Riding the Interoperability Wave Forward

As a result of all this, "interoperability" is the health IT buzzword of 2015.

Many clinicians have bemoaned the notion that the digitalization of healthcare has thus far failed to deliver its full promise, and I share the belief with many others that interoperability is a key missing ingredient. We are all waiting for the creation of an interconnected web of data, apps, and functionalities—the "learning health system" described in the 2012 Institute of Medicine's report Best Care at Lower Cost.[2]

Although a growing number of the necessary pieces have already been built, we remain mired in a chaotic mix of disconnected EHRs, apps, paper documents, insurance systems, and other information systems. Logical and efficient workflows connecting these together are mostly absent from our daily lives.

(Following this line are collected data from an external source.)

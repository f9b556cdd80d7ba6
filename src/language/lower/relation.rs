//! Relations: values, controlled sources, followers of drives; cycles.

use std::collections::{BTreeMap, BTreeSet};
use std::rc::Rc;

use crate::algebra::gcd::gcd;
use crate::algebra::{Fraction, Polynomial, Rational, Symbol};
use crate::diagnostic::Diagnostic;
use crate::language::expand::{Given, Scope, has_name, plain};
use crate::language::lower::expression::{Allowed, Linear, VALUES};
use crate::language::lower::value::unit_of;
use crate::language::lower::{Lowering, RawRelation, What};
use crate::language::nearest::nearest;
use crate::language::syntax::{Expression, ExpressionNode};
use crate::network::{
    Control, Drive, ElementId, Follow, Kind, Origin, Probe, Quantity, Relation, RelationId, Sense,
    Tolerance, Value,
};
use crate::source::Span;
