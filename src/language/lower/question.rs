//! Questions, claims, initial values.

use std::rc::Rc;

use crate::algebra::{Fraction, Symbol};
use crate::language::expand::{Scope, plain};
use crate::language::lower::expression::{Allowed, Linear};
use crate::language::lower::{Lowering, What};
use crate::language::nearest::nearest;
use crate::language::syntax::{Asked, Claimed, Expression, Name};
use crate::network::{
    Ask, Assertion, Claim, ClaimedValue, Combination, DriveId, ElementId, Kind, LimitPoint, NodeId,
    Origin, Port, Question, Start, Subject,
};
use crate::source::Span;

const FUNCTIONS: Allowed = Allowed {
    responses: false,
    drives: false,
    functions: true,
};

const RESPONSES: Allowed = Allowed {
    responses: true,
    drives: true,
    functions: true,
};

But on the horizon, effective digital health bundling is beginning to appear. The 2014 JASON report,[3]the Office of the National Coordinator for Health Information Technology (ONC) Interoperability Roadmap,[4] and the ONC's proposed meaningful use stage 3 guidelines[5] have all called for increased interoperability, with use of application programming interfaces (APIs) in healthcare. An API is a tool that allows different pieces of software to easily communicate with each other, "speaking the same language."

It would be like having the freedom to use Google Maps on your iPhone

What would interoperable healthcare APIs mean for us as physicians? It potentially means having plug-and-play apps that we can mix and match to create our desired workflows. These apps could pass information back and forth without friction. As Ashish Jah[6] points out in his Health Affairs blog, it would be like having the freedom to use Google Maps on your iPhone, rather than being forced to use Apple Maps.

Such efforts as the Argonaut Project[7] are trying to bring us closer to implementing these bundles of interoperable healthcare apps. In April, IBM announced that it was purchasing several companies to bundle into its big data Watson software.[8] Startup companies such as Redox are jumping into the fray to try to facilitate app integration with EHRs.

Thus, we are moving toward an age where consumers and healthcare organizations can pick and choose what apps they want to use, while still expecting information to flow from place to place with integrated rather than choppy workflows. This seems like it will be the best of both worlds—allowing us to choose the best apps without having to sacrifice the integrated workflows that have come with EHRs.